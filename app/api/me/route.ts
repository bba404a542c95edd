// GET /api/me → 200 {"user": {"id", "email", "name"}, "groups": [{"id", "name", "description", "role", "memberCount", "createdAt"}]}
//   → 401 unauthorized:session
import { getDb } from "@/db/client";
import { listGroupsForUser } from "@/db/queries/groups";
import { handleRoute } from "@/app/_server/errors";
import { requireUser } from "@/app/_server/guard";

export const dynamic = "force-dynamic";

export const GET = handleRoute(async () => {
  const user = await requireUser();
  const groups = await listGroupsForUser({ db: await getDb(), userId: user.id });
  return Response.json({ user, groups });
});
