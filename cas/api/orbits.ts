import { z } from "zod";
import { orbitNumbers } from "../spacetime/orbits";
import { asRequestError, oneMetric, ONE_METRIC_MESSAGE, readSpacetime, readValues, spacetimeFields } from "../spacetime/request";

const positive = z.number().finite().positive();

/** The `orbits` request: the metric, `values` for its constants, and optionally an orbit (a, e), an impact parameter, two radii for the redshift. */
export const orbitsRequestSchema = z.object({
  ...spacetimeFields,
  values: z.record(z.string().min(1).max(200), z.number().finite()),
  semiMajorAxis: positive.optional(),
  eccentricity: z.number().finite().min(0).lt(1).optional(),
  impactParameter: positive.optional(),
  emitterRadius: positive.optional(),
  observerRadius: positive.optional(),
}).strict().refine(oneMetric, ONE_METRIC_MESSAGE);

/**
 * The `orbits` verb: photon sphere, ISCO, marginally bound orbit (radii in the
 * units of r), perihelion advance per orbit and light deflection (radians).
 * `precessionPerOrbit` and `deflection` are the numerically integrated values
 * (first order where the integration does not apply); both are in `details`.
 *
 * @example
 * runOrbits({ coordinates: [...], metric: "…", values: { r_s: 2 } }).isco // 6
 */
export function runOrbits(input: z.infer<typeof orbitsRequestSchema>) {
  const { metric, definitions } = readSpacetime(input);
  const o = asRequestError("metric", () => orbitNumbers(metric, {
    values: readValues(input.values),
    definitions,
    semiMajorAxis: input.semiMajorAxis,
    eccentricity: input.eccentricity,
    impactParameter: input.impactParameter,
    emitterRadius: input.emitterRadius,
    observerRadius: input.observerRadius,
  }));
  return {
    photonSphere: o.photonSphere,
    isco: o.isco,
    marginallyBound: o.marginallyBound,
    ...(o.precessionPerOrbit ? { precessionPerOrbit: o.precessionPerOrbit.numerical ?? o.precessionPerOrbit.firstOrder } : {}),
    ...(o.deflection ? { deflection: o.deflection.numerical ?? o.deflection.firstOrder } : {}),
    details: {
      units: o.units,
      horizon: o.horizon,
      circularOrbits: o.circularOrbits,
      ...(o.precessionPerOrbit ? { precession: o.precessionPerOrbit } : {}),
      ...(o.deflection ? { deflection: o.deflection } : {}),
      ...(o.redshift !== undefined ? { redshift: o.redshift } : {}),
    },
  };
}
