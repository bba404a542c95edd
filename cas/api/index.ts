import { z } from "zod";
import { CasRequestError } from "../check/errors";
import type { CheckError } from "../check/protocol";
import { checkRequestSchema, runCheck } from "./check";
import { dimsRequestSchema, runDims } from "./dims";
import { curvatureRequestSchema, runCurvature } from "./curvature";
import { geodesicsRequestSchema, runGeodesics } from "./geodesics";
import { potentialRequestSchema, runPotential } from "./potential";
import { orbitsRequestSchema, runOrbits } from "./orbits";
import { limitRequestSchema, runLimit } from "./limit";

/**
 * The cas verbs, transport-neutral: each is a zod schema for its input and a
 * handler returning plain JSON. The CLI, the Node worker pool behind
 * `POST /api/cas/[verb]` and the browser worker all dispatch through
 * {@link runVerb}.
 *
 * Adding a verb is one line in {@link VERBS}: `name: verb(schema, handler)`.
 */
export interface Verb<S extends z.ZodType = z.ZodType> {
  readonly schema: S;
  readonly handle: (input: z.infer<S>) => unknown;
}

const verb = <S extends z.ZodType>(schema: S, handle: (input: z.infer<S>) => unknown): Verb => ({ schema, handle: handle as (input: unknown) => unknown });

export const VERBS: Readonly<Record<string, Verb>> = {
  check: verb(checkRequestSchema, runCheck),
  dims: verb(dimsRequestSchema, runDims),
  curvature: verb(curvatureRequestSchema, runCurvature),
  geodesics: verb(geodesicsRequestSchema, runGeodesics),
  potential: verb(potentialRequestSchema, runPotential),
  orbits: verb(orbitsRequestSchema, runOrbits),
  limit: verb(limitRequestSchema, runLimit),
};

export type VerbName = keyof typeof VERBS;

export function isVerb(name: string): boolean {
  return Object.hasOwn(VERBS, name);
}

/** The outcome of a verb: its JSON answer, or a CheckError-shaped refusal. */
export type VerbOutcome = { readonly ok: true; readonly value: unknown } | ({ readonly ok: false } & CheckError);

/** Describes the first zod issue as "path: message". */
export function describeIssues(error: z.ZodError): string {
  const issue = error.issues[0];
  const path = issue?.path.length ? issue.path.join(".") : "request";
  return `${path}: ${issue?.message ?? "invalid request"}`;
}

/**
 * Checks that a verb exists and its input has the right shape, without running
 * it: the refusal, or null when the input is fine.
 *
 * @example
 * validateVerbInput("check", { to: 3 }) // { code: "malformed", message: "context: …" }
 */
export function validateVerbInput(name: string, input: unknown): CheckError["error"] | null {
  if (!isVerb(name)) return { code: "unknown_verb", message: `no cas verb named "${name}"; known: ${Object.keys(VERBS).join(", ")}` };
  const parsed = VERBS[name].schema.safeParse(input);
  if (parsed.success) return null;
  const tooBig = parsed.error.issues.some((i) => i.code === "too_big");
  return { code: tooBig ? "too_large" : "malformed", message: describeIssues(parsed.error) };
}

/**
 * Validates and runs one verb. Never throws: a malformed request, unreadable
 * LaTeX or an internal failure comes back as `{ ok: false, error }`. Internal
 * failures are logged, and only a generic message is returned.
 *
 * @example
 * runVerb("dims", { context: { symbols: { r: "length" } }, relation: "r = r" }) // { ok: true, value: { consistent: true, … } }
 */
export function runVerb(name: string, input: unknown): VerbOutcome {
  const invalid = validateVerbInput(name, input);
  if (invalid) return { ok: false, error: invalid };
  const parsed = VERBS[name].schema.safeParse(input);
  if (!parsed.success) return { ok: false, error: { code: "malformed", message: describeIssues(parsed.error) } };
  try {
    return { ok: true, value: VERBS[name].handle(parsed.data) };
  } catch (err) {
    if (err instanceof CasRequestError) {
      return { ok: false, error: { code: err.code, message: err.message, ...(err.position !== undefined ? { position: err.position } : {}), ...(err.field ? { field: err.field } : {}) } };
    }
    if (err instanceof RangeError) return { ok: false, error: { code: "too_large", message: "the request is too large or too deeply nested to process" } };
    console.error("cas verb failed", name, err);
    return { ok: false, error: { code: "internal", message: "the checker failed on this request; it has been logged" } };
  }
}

» **DIRECTIONS FOR THIS TASK**
Please copy each line of the records above in which the word "runCheck" can be found.

» **SOLUTION**
import { checkRequestSchema, runCheck } from "./check";
  check: verb(checkRequestSchema, runCheck),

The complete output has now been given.